- Teanaway Teanaway
- Coordinates: 47°10′29″N 120°51′27″W﻿ / ﻿47.17472°N 120.85750°W
- Country: United States
- State: Washington
- County: Kittitas
- Time zone: UTC-8 (Pacific (PST))
- • Summer (DST): UTC-7 (PDT)
- Area code: 509
- GNIS feature ID: 1526962

= Teanaway, Washington =

Unincorporated community in Washington, US

Teanaway is an unincorporated community in Kittitas County, Washington. It is located at the junction of State Route 10 and State Route 970. It is located east of Cle Elum and west of Ellensburg. The surrounding area is known as the Teanaway River Valley.

==History==

The Teanaway River Valley was first inhabited by members of the Yakama, Cayous, and Nez Perce Indian Tribes. It was part of the summering grounds for these tribes, where they came to gather food.

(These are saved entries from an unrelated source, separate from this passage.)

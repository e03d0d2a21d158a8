package main

import (
	"bufio"
	"context"
	"fmt"
	"math/rand/v2"
	"os"
	"os/exec"
	"path/filepath"
	"runtime"
	"strconv"
	"strings"
	"syscall"
	"time"

	"tidemark/api/intake"
	"tidemark/api/persist"
	"tidemark/api/replay"
	"tidemark/checkpoint"
	"tidemark/learner"
)

// Issue 13's scale case: a replay of n events spread over k keys with
// rls (d = 8) and mean:window=100, against the same events all on one key.
// Each run is a child process of this one, so that its peak memory is its
// own (getrusage's maximum resident set); the two are run in turn, twice.

var keysSpecs = []string{"rls:forget=0.99", "mean:window=100"}

// writeKeysHistory writes n events over k keys with eight numeric features,
// one event a second: each run of k events visits every key once, in an
// order shuffled afresh for each run (so that memory is not walked in the
// order it was allocated).
func writeKeysHistory(path string, n, k int) error {
	f, err := os.Create(path)
	if err != nil {
		return err
	}
	w := bufio.NewWriterSize(f, 1<<20)
	rng := rand.New(rand.NewPCG(13, uint64(k)))
	t0 := time.Date(2026, 3, 1, 0, 0, 0, 0, time.UTC)
	var b []byte
	var perm []int
	for i := 0; i < n; i++ {
		if i%k == 0 {
			perm = rng.Perm(k)
		}
		key := uint64(perm[i%k])
		b = append(b[:0], `{"time":"`...)
		b = t0.Add(time.Duration(i)*time.Second).AppendFormat(b, time.RFC3339)
		b = append(b, `","key":"meter-`...)
		b = strconv.AppendUint(b, key, 10)
		b = append(b, `","features":{`...)
		y := 0.0
		for j := 0; j < 8; j++ {
			v := rng.NormFloat64()
			y += float64(j+1) * v
			if j > 0 {
				b = append(b, ',')
			}
			b = append(b, `"x`...)
			b = strconv.AppendInt(b, int64(j), 10)
			b = append(b, `":`...)
			b = strconv.AppendFloat(b, v, 'g', 6, 64)
		}
		b = append(b, `},"target":`...)
		b = strconv.AppendFloat(b, y+rng.NormFloat64(), 'g', 6, 64)
		b = append(b, "}\n"...)
		w.Write(b)
	}
	if err := w.Flush(); err != nil {
		return err
	}
	return f.Close()
}

// replayChild is the child's side: replay path and print events/s and the
// keys; with ckDir, then write the state as a checkpoint there, load it into
// a fresh engine and write the same number of bytes to a plain file (the
// floor), and print the three times in seconds and the file's size.
func replayChild(path, ckDir string) {
	var specs []learner.Spec
	for _, s := range keysSpecs {
		sp, _ := learner.ParseSpec(s)
		specs = append(specs, sp)
	}
	eng, err := learner.NewEngine(learner.Config{Learners: specs, MaxKeys: 2_000_000})
	if err != nil {
		fmt.Fprintln(os.Stderr, err)
		os.Exit(1)
	}
	h, err := intake.OpenHistory(path)
	if err != nil {
		fmt.Fprintln(os.Stderr, err)
		os.Exit(1)
	}
	t0 := time.Now()
	if err := replay.Replay(context.Background(), h, eng, replay.ReplayConfig{}); err != nil {
		fmt.Fprintln(os.Stderr, err)
		os.Exit(1)
	}
	rate := float64(eng.Applied()) / time.Since(t0).Seconds()
	if ckDir == "" {
		fmt.Println(rate, eng.Report(false).Keys)
		return
	}
	store, err := checkpoint.OpenStore(checkpoint.StoreConfig{Dir: ckDir})
	if err != nil {
		fmt.Fprintln(os.Stderr, err)
		os.Exit(1)
	}
	defer store.Close()
	keys, cfg := eng.Report(false).Keys, eng.Config()
	t0 = time.Now()
	info, err := persist.Save(store, eng, checkpoint.Manual, 0, nil)
	if err != nil {
		fmt.Fprintln(os.Stderr, err)
		os.Exit(1)
	}
	ckWrite := time.Since(t0).Seconds()
	// Load as a restarted service does: into an empty process, the engine
	// that wrote it gone.
	eng = nil
	runtime.GC()
	t0 = time.Now()
	// As a service starts: the newest checkpoint, its digest checked while
	// it decodes.
	fresh, err := learner.NewEngine(cfg)
	var c *checkpoint.Checkpoint
	if err == nil {
		c, _, err = persist.AdoptNewest(store, fresh, "")
	}
	if err == nil && (c == nil || c.Manifest.Version != info.Version) {
		err = fmt.Errorf("adopted %v, not version %d", c, info.Version)
	}
	if err != nil {
		fmt.Fprintln(os.Stderr, err)
		os.Exit(1)
	}
	ckLoad := time.Since(t0).Seconds()
	c, fresh = nil, nil
	runtime.GC()
	floor, err := writeFloor(ckDir, info.Bytes)
	if err != nil {
		fmt.Fprintln(os.Stderr, err)
		os.Exit(1)
	}
	fmt.Println(rate, keys, ckWrite, ckLoad, floor, info.Bytes)
}

// writeFloor writes and syncs n bytes to a new file in dir: the floor of a
// checkpoint write of n bytes.
func writeFloor(dir string, n int64) (floor float64, err error) {
	buf := make([]byte, 1<<20)
	t0 := time.Now()
	f, err := os.Create(filepath.Join(dir, "floor"))
	if err != nil {
		return
	}
	for left := n; left > 0; left -= int64(len(buf)) {
		if _, err = f.Write(buf[:min(left, int64(len(buf)))]); err != nil {
			return
		}
	}
	if err = f.Sync(); err != nil {
		return
	}
	f.Close()
	floor = time.Since(t0).Seconds()
	return
}

type keysRun struct {
	rate                   float64 // events/s
	keys                   int
	rssMB                  float64
	ckWrite, ckLoad, floor float64 // seconds
	ckBytes                int64
}

func runKeysChild(path, ckDir string) (keysRun, error) {
	exe, err := os.Executable()
	if err != nil {
		return keysRun{}, err
	}
	args := []string{"-replay-child", path}
	if ckDir != "" {
		args = append(args, "-checkpoint-dir", ckDir)
	}
	cmd := exec.Command(exe, args...)
	cmd.Stderr = os.Stderr
	out, err := cmd.Output()
	if err != nil {
		return keysRun{}, err
	}
	var r keysRun
	f := strings.Fields(string(out))
	if _, err := fmt.Sscan(strings.Join(f[:min(2, len(f))], " "), &r.rate, &r.keys); err != nil {
		return keysRun{}, fmt.Errorf("child said %q: %v", out, err)
	}
	if len(f) == 6 {
		fmt.Sscan(strings.Join(f[2:], " "), &r.ckWrite, &r.ckLoad, &r.floor, &r.ckBytes)
	}
	if ru, ok := cmd.ProcessState.SysUsage().(*syscall.Rusage); ok {
		r.rssMB = float64(ru.Maxrss) / 1024 // kilobytes on Linux
	}
	return r, nil
}

// keysScale runs the case and returns its lines for the report.
func keysScale() string {
	n, k := 2_000_000, 1_000_000
	if quick {
		n, k = 400_000, 200_000
	}
	dir, err := os.MkdirTemp("", "tidemark-keys")
	if err != nil {
		return "keys: " + err.Error()
	}
	defer os.RemoveAll(dir)
	one, many := filepath.Join(dir, "one.ndjson"), filepath.Join(dir, "many.ndjson")
	if err := writeKeysHistory(one, n, 1); err != nil {
		return "keys: " + err.Error()
	}
	if err := writeKeysHistory(many, n, k); err != nil {
		return "keys: " + err.Error()
	}
	var best [2]keysRun
	for rep := 0; rep < 2; rep++ {
		for i, p := range []string{one, many} {
			r, err := runKeysChild(p, "")
			if err != nil {
				return "keys: " + err.Error()
			}
			if r.rate > best[i].rate {
				best[i] = r
			}
		}
	}
	ratio := best[1].rate / best[0].rate
	verdict := "ok"
	if ratio < 0.5 || best[1].rssMB > 2048 {
		verdict = "MISSED"
	}
	// The checkpoint of the many-key state, in a run of its own (its peak
	// memory is not the replay's).
	ck, err := runKeysChild(many, filepath.Join(dir, "checkpoints"))
	if err != nil {
		return "keys: checkpoint: " + err.Error()
	}
	ckVerdict := "ok"
	if ck.ckWrite > 5 || ck.ckLoad > 5 {
		ckVerdict = "MISSED"
	}
	return fmt.Sprintf("keys: replay of %d events, %s, child processes, better of two runs each\n"+
		"  1 key:        %8.0f events/s, peak RSS %6.0f MiB\n"+
		"  %7d keys: %8.0f events/s, peak RSS %6.0f MiB\n"+
		"  ratio %.2f of the 1-key rate (target ≥ 0.5), peak RSS target < 2048 MiB: %s\n"+
		"  checkpoint of the %d-key state, %.0f MiB file: write %.2f s, load %.2f s (target < 5 s each: %s); "+
		"writing and syncing the same bytes %.2f s: write/floor %.1f\n",
		n, strings.Join(keysSpecs, " + "), best[0].rate, best[0].rssMB, best[1].keys, best[1].rate, best[1].rssMB, ratio, verdict,
		ck.keys, float64(ck.ckBytes)/(1<<20), ck.ckWrite, ck.ckLoad, ckVerdict, ck.floor, ck.ckWrite/ck.floor)
}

Teanaway was platted in 1885.

==Geography and climate==
The Teanaway River Valley is home to the Teanaway River, which has three forks: the North Fork, Middle Fork, and West Fork. The Teanaway River Valley is separated from the town of Cle Elum by Cle Elum Ridge.

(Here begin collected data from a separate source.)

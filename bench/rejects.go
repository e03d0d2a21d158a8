package main

import (
	"bufio"
	"context"
	"encoding/json"
	"fmt"
	"io"
	"math"
	"net/http"
	"os"
	"path/filepath"
	"strconv"
	"strings"
	"time"

	"tidemark/api"
	"tidemark/learner"
)

// Issue 13's cases of rejected events, through the whole service: a flood
// of them against accepted ones, and a restore that skips them against one
// that replays them.

// rejectFlood is issue 13's flood: the service reading a history of 300
// good events on 10 keys, then n events each of a new key past a cap of 10
// keys (rejected, written to the dead letters), against the same count of
// events all accepted. Both through the whole service (history intake,
// loop, dead letters, curve points every 100 applied events, publishing
// every 5 ms), timed until the published state covers the last position;
// in turn, three times, the best of each.
func rejectFlood() string {
	const n = 200_000
	dir, err := os.MkdirTemp("", "tidemark-flood")
	if err != nil {
		return "flood: " + err.Error()
	}
	defer os.RemoveAll(dir)
	write := func(name string, reject bool) (string, error) {
		path := filepath.Join(dir, name)
		f, err := os.Create(path)
		if err != nil {
			return "", err
		}
		w := bufio.NewWriter(f)
		t0 := time.Date(2026, 3, 1, 0, 0, 0, 0, time.UTC)
		for i := 0; i < 300+n; i++ {
			key := "room-" + strconv.Itoa(i%10)
			if reject && i >= 300 {
				key = "new-" + strconv.Itoa(i)
			}
			fmt.Fprintf(w, `{"time":%q,"key":%q,"features":{"x":%d},"target":%d}`+"\n", t0.Add(time.Duration(i)*time.Second).Format(time.RFC3339), key, i%7, i%5)
		}
		if err := w.Flush(); err != nil {
			return "", err
		}
		return path, f.Close()
	}
	good, err := write("good.ndjson", false)
	if err != nil {
		return "flood: " + err.Error()
	}
	bad, err := write("bad.ndjson", true)
	if err != nil {
		return "flood: " + err.Error()
	}
	run := func(history string) (float64, error) {
		spec, _ := learner.ParseSpec("rls:forget=0.995")
		cfg := api.Config{Listen: "127.0.0.1:0", DataDir: filepath.Join(dir, fmt.Sprint("data", time.Now().UnixNano())), History: history,
			PublishEvery: 5 * time.Millisecond, Engine: learner.Config{Learners: []learner.Spec{spec}, MaxKeys: 10}}
		svc, err := api.New(cfg)
		if err != nil {
			return 0, err
		}
		ctx, cancel := context.WithCancel(context.Background())
		done := make(chan error, 1)
		t0 := time.Now()
		go func() { done <- svc.Run(ctx) }()
		last := []learner.Position{{Partition: 0, Offset: 300 + n}}
		for {
			if _, ok := svc.Progress(last); ok {
				break
			}
			select {
			case err := <-done:
				cancel()
				return 0, fmt.Errorf("the service stopped: %v", err)
			case <-time.After(time.Millisecond):
			}
		}
		el := time.Since(t0).Seconds()
		cancel()
		<-done
		return float64(300+n) / el, nil
	}
	var best [2]float64
	for rep := 0; rep < 3; rep++ {
		for i, h := range []string{good, bad} {
			r, err := run(h)
			if err != nil {
				return "flood: " + err.Error()
			}
			best[i] = max(best[i], r)
		}
	}
	verdict := "ok"
	if best[1] < best[0]/2 {
		verdict = "MISSED"
	}
	return fmt.Sprintf("flood: the service reading 300 good events, then %d events of new keys past a cap of 10 (rejected, dead-lettered)\n"+
		"  all accepted: %8.0f events/s; the flood: %8.0f events/s; ratio %.2f (target ≥ 0.5): %s\n", n, best[0], best[1], best[1]/best[0], verdict)
}

// restoreSkip is issue 13's restore case: a history of 300 good events on
// 10 keys, then n events of new keys past a cap of 10 (rejected); the
// service checkpoints every 300 events and keeps them all. Restoring the checkpoint at 300 with
// resume "skip" over the n bad positions must cost what resume
// "from_checkpoint" (re-reading and re-rejecting them) costs. Each restore is
// timed from the request until the published state covers the last
// position again; the two kinds in turn, five times, the best of each.
func restoreSkip() string {
	const n = 30_000
	dir, err := os.MkdirTemp("", "tidemark-restore")
	if err != nil {
		return "restore: " + err.Error()
	}
	defer os.RemoveAll(dir)
	path := filepath.Join(dir, "history.ndjson")
	f, err := os.Create(path)
	if err != nil {
		return "restore: " + err.Error()
	}
	w := bufio.NewWriter(f)
	t0 := time.Date(2026, 3, 1, 0, 0, 0, 0, time.UTC)
	for i := 0; i < 300+n; i++ {
		key := "room-" + strconv.Itoa(i%10)
		if i >= 300 {
			key = "new-" + strconv.Itoa(i)
		}
		fmt.Fprintf(w, `{"time":%q,"key":%q,"features":{"x":%d},"target":%d}`+"\n", t0.Add(time.Duration(i)*time.Second).Format(time.RFC3339), key, i%7, i%5)
	}
	w.Flush()
	f.Close()
	spec, _ := learner.ParseSpec("rls:forget=0.995")
	svc, err := api.New(api.Config{Listen: "127.0.0.1:0", DataDir: filepath.Join(dir, "data"), History: path, CheckpointEvery: 300, Retain: 1 << 20,
		PublishEvery: 5 * time.Millisecond, Engine: learner.Config{Learners: []learner.Spec{spec}, MaxKeys: 10}})
	if err != nil {
		return "restore: " + err.Error()
	}
	ctx, cancel := context.WithCancel(context.Background())
	done := make(chan error, 1)
	go func() { done <- svc.Run(ctx) }()
	defer func() { cancel(); <-done }()
	last := []learner.Position{{Partition: 0, Offset: 300 + n}}
	wait := func() error {
		for deadline := time.Now().Add(2 * time.Minute); ; {
			if _, ok := svc.Progress(last); ok {
				return nil
			}
			if time.Now().After(deadline) {
				applied, _ := svc.Progress(last)
				return fmt.Errorf("the service did not catch up (%d applied)", applied)
			}
			time.Sleep(time.Millisecond)
		}
	}
	if err := wait(); err != nil {
		return "restore: " + err.Error()
	}
	// The checkpoint covering position 300.
	resp, err := http.Get("http://" + svc.Addr() + "/v1/checkpoints")
	if err != nil {
		return "restore: " + err.Error()
	}
	var list []struct {
		Version  uint64
		Position []learner.Position
	}
	json.NewDecoder(resp.Body).Decode(&list)
	resp.Body.Close()
	var v uint64
	for _, c := range list {
		if len(c.Position) == 1 && c.Position[0].Offset == 300 {
			v = c.Version
		}
	}
	if v == 0 {
		return fmt.Sprintf("restore: no checkpoint at position 300 in %+v", list)
	}
	bodies := []string{`{"resume":"from_checkpoint"}`,
		fmt.Sprintf(`{"resume":"skip","skip_positions":[{"partition":0,"from":301,"to":%d}]}`, 300+n)}
	best := [2]float64{math.Inf(1), math.Inf(1)}
	for rep := 0; rep < 5; rep++ {
		for i, body := range bodies {
			t0 := time.Now()
			resp, err := http.Post(fmt.Sprintf("http://%s/v1/checkpoints/%d/restore", svc.Addr(), v), "application/json", strings.NewReader(body))
			if err != nil {
				return "restore: " + err.Error()
			}
			b, _ := io.ReadAll(resp.Body)
			resp.Body.Close()
			if resp.StatusCode != 200 {
				return fmt.Sprintf("restore: %d %s", resp.StatusCode, b)
			}
			if err := wait(); err != nil {
				return fmt.Sprintf("restore %s, round %d: %v", body, rep, err)
			}
			best[i] = min(best[i], time.Since(t0).Seconds())
		}
	}
	verdict := "ok"
	if best[1] > 2*best[0] {
		verdict = "MISSED"
	}
	return fmt.Sprintf("restore: the checkpoint at 300 events, then %d rejected events to catch up on, through the service (best of five)\n"+
		"  from_checkpoint: %.3f s; skip over them: %.3f s; ratio %.2f (target: about 1): %s\n", n, best[0], best[1], best[1]/best[0], verdict)
}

Teanaway is home to one of the few confirmed wild wolf populations in the State of Washington.

Like all of Eastern Washington, the Teanaway Valley sits in the rain shadow of the Cascade Mountains. Most overcast conditions to the west don't make it over, leaving this area sunnier than those areas to the west. The area is also subject to temperatures that are colder in the winter, and warmer in the summer, than those areas to the west (such as Seattle), and is also drier.

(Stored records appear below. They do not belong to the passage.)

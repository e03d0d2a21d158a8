package main

import (
	"bufio"
	"context"
	"fmt"
	"math/rand/v2"
	"os"
	"os/exec"
	"path/filepath"
	"runtime"
	"strconv"
	"strings"
	"syscall"
	"time"

	"tidemark/api/intake"
	"tidemark/api/persist"
	"tidemark/api/replay"
	"tidemark/checkpoint"
	"tidemark/learner"
)

// Issue 13's scale case: a replay of n events spread over k keys with
// rls (d = 8) and mean:window=100, against the same events all on one key.
// Each run is a child process of this one, so that its peak memory is its
// own (getrusage's maximum resident set); the two are run in turn, twice.

var keysSpecs = []string{"rls:forget=0.99", "mean:window=100"}

// writeKeysHistory writes n events over k keys with eight numeric features,
// one event a second: each run of k events visits every key once, in an
// order shuffled afresh for each run (so that memory is not walked in the
// order it was allocated).
func writeKeysHistory(path string, n, k int) error {
	f, err := os.Create(path)
	if err != nil {
		return err
	}
	w := bufio.NewWriterSize(f, 1<<20)
	rng := rand.New(rand.NewPCG(13, uint64(k)))
	t0 := time.Date(2026, 3, 1, 0, 0, 0, 0, time.UTC)
	var b []byte
	var perm []int
	for i := 0; i < n; i++ {
		if i%k == 0 {
			perm = rng.Perm(k)
		}
		key := uint64(perm[i%k])
		b = append(b[:0], `{"time":"`...)
		b = t0.Add(time.Duration(i)*time.Second).AppendFormat(b, time.RFC3339)
		b = append(b, `","key":"meter-`...)
		b = strconv.AppendUint(b, key, 10)
		b = append(b, `","features":{`...)
		y := 0.0
		for j := 0; j < 8; j++ {
			v := rng.NormFloat64()
			y += float64(j+1) * v
			if j > 0 {
				b = append(b, ',')
			}
			b = append(b, `"x`...)
			b = strconv.AppendInt(b, int64(j), 10)
			b = append(b, `":`...)
			b = strconv.AppendFloat(b, v, 'g', 6, 64)
		}
		b = append(b, `},"target":`...)
		b = strconv.AppendFloat(b, y+rng.NormFloat64(), 'g', 6, 64)
		b = append(b, "}\n"...)
		w.Write(b)
	}
	if err := w.Flush(); err != nil {
		return err
	}
	// On disk before anything is timed: the kernel writing 400 MB back in
	// the background would otherwise share the disk with the checkpoint's
	// sync (a write measured at 5.2 s once, against 2.5–3 s).
	if err := f.Sync(); err != nil {
		return err
	}
	return f.Close()
}

// replayChild is the child's side: replay path and print events/s and the
// keys; with ckDir, then write the state as a checkpoint there and the same
// number of bytes to a plain file (the floor), and print the two times in
// seconds and the file's size. Loading is timed in a process of its own
// (loadChild), as a restarted service loads.
func replayChild(path, ckDir string) {
	eng, err := learner.NewEngine(keysConfig())
	if err != nil {
		fail(err)
	}
	h, err := intake.OpenHistory(path)
	if err != nil {
		fail(err)
	}
	t0 := time.Now()
	if err := replay.Replay(context.Background(), h, eng, replay.ReplayConfig{}); err != nil {
		fail(err)
	}
	rate := float64(eng.Applied()) / time.Since(t0).Seconds()
	if ckDir == "" {
		fmt.Println(rate, eng.Report(false).Keys)
		return
	}
	store, err := checkpoint.OpenStore(checkpoint.StoreConfig{Dir: ckDir})
	if err != nil {
		fail(err)
	}
	defer store.Close()
	keys := eng.Report(false).Keys
	t0 = time.Now()
	info, err := persist.Save(store, eng, checkpoint.Manual, 0, nil)
	if err != nil {
		fail(err)
	}
	ckWrite := time.Since(t0).Seconds()
	eng = nil
	runtime.GC()
	floor, err := writeFloor(ckDir, info.Bytes)
	if err != nil {
		fail(err)
	}
	fmt.Println(rate, keys, ckWrite, floor, info.Bytes)
}

// loadChild is the child's side of the load: in a fresh process, adopt the
// newest checkpoint in dir as a service does when it starts (its digest
// checked while it decodes), and print the seconds it took and the keys.
func loadChild(dir string) {
	store, err := checkpoint.OpenStore(checkpoint.StoreConfig{Dir: dir, ReadOnly: true})
	if err != nil {
		fail(err)
	}
	defer store.Close()
	t0 := time.Now()
	eng, err := learner.NewEngine(keysConfig())
	var c *checkpoint.Stream
	if err == nil {
		c, _, err = persist.AdoptNewest(store, eng, "")
	}
	if err == nil && c == nil {
		err = fmt.Errorf("no checkpoint in %s", dir)
	}
	if err != nil {
		fail(err)
	}
	fmt.Println(time.Since(t0).Seconds(), eng.Report(false).Keys)
}

func keysConfig() learner.Config {
	var specs []learner.Spec
	for _, s := range keysSpecs {
		sp, _ := learner.ParseSpec(s)
		specs = append(specs, sp)
	}
	return learner.Config{Learners: specs, MaxKeys: 2_000_000}
}

func fail(err error) {
	fmt.Fprintln(os.Stderr, err)
	os.Exit(1)
}

// writeFloor writes and syncs n bytes to a new file in dir: the floor of a
// checkpoint write of n bytes.
func writeFloor(dir string, n int64) (floor float64, err error) {
	buf := make([]byte, 1<<20)
	t0 := time.Now()
	f, err := os.Create(filepath.Join(dir, "floor"))
	if err != nil {
		return
	}
	for left := n; left > 0; left -= int64(len(buf)) {
		if _, err = f.Write(buf[:min(left, int64(len(buf)))]); err != nil {
			return
		}
	}
	if err = f.Sync(); err != nil {
		return
	}
	f.Close()
	floor = time.Since(t0).Seconds()
	return
}

type keysRun struct {
	rate                   float64 // events/s
	keys                   int
	rssMB, loadRSSMB       float64
	ckWrite, ckLoad, floor float64 // seconds
	ckBytes                int64
}

func runKeysChild(path, ckDir string) (keysRun, error) {
	args := []string{"-replay-child", path}
	if ckDir != "" {
		args = append(args, "-checkpoint-dir", ckDir)
	}
	out, rss, err := runChild(args...)
	if err != nil {
		return keysRun{}, err
	}
	r := keysRun{rssMB: rss}
	f := strings.Fields(out)
	if _, err := fmt.Sscan(strings.Join(f[:min(2, len(f))], " "), &r.rate, &r.keys); err != nil {
		return keysRun{}, fmt.Errorf("child said %q: %v", out, err)
	}
	if len(f) == 5 {
		fmt.Sscan(strings.Join(f[2:], " "), &r.ckWrite, &r.floor, &r.ckBytes)
	}
	if ckDir != "" {
		out, r.loadRSSMB, err = runChild("-load-child", ckDir)
		if err != nil {
			return keysRun{}, err
		}
		var keys int
		if _, err := fmt.Sscan(out, &r.ckLoad, &keys); err != nil || keys != r.keys {
			return keysRun{}, fmt.Errorf("load child said %q (%v), want %d keys", out, err, r.keys)
		}
	}
	return r, nil
}

// runChild runs this program with args and returns what it printed and its
// peak memory (getrusage's maximum resident set) in MiB.
func runChild(args ...string) (string, float64, error) {
	exe, err := os.Executable()
	if err != nil {
		return "", 0, err
	}
	cmd := exec.Command(exe, args...)
	cmd.Stderr = os.Stderr
	out, err := cmd.Output()
	if err != nil {
		return "", 0, err
	}
	rss := 0.0
	if ru, ok := cmd.ProcessState.SysUsage().(*syscall.Rusage); ok {
		rss = float64(ru.Maxrss) / 1024 // kilobytes on Linux
	}
	return string(out), rss, nil
}

// keysScale runs the case and returns its lines for the report.
func keysScale() string {
	n, k := 2_000_000, 1_000_000
	if quick {
		n, k = 400_000, 200_000
	}
	dir, err := os.MkdirTemp("", "tidemark-keys")
	if err != nil {
		return "keys: " + err.Error()
	}
	defer os.RemoveAll(dir)
	one, many := filepath.Join(dir, "one.ndjson"), filepath.Join(dir, "many.ndjson")
	if err := writeKeysHistory(one, n, 1); err != nil {
		return "keys: " + err.Error()
	}
	if err := writeKeysHistory(many, n, k); err != nil {
		return "keys: " + err.Error()
	}
	var best [2]keysRun
	for rep := 0; rep < 2; rep++ {
		for i, p := range []string{one, many} {
			r, err := runKeysChild(p, "")
			if err != nil {
				return "keys: " + err.Error()
			}
			if r.rate > best[i].rate {
				best[i] = r
			}
		}
	}
	ratio := best[1].rate / best[0].rate
	verdict := "ok"
	if ratio < 0.5 || best[1].rssMB > 2048 {
		verdict = "MISSED"
	}
	// The checkpoint of the many-key state, in a run of its own (its peak
	// memory is not the replay's).
	ck, err := runKeysChild(many, filepath.Join(dir, "checkpoints"))
	if err != nil {
		return "keys: checkpoint: " + err.Error()
	}
	ckVerdict := "ok"
	if ck.ckWrite > 5 || ck.ckLoad > 5 {
		ckVerdict = "MISSED"
	}
	return fmt.Sprintf("keys: replay of %d events, %s, child processes, better of two runs each\n"+
		"  1 key:        %8.0f events/s, peak RSS %6.0f MiB\n"+
		"  %7d keys: %8.0f events/s, peak RSS %6.0f MiB\n"+
		"  ratio %.2f of the 1-key rate (target ≥ 0.5), peak RSS target < 2048 MiB: %s\n"+
		"  checkpoint of the %d-key state, %.0f MiB file: write %.2f s, load in a fresh process %.2f s (peak RSS %.0f MiB) "+
		"(target < 5 s each: %s); writing and syncing the same bytes %.2f s: write/floor %.1f\n",
		n, strings.Join(keysSpecs, " + "), best[0].rate, best[0].rssMB, best[1].keys, best[1].rate, best[1].rssMB, ratio, verdict,
		ck.keys, float64(ck.ckBytes)/(1<<20), ck.ckWrite, ck.ckLoad, ck.loadRSSMB, ckVerdict, ck.floor, ck.ckWrite/ck.floor)
}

Climate data for Teanaway, Washington
| Month | Jan | Feb | Mar | Apr | May | Jun | Jul | Aug | Sep | Oct | Nov | Dec | Year |
| Record high °F (°C) | 65 (18) | 69 (21) | 95 (35) | 96 (36) | 99 (37) | 100 (38) | 105 (41) | 105 (41) | 98 (37) | 96 (36) | 68 (20) | 66 (19) | 105 (41) |
| Mean daily maximum °F (°C) | 36 (2) | 41 (5) | 50 (10) | 58 (14) | 66 (19) | 72 (22) | 80 (27) | 81 (27) | 73 (23) | 60 (16) | 43 (6) | 35 (2) | 58 (14) |
| Mean daily minimum °F (°C) | 22 (−6) | 25 (−4) | 29 (−2) | 34 (1) | 41 (5) | 48 (9) | 53 (12) | 52 (11) | 43 (6) | 34 (1) | 30 (−1) | 23 (−5) | 36 (2) |
| Record low °F (°C) | −33 (−36) | −30 (−34) | 0 (−18) | 12 (−11) | 19 (−7) | 26 (−3) | 30 (−1) | 30 (−1) | 21 (−6) | 10 (−12) | −14 (−26) | −31 (−35) | −33 (−36) |
| Average precipitation inches (mm) | 3.85 (98) | 2.57 (65) | 1.67 (42) | 1.15 (29) | 0.94 (24) | 0.97 (25) | 0.45 (11) | 0.57 (14) | 0.93 (24) | 1.73 (44) | 3.90 (99) | 4.11 (104) | 22.84 (579) |
Source:

== Economy ==
A large solar plant was planned for the Teanaway area. The project has since been cancelled.

== Transport ==
Highway 10 and highway 970 meet in Teanaway. Highway 970 runs through the valley.

Teanaway is served by a small airfield, DeVere Field.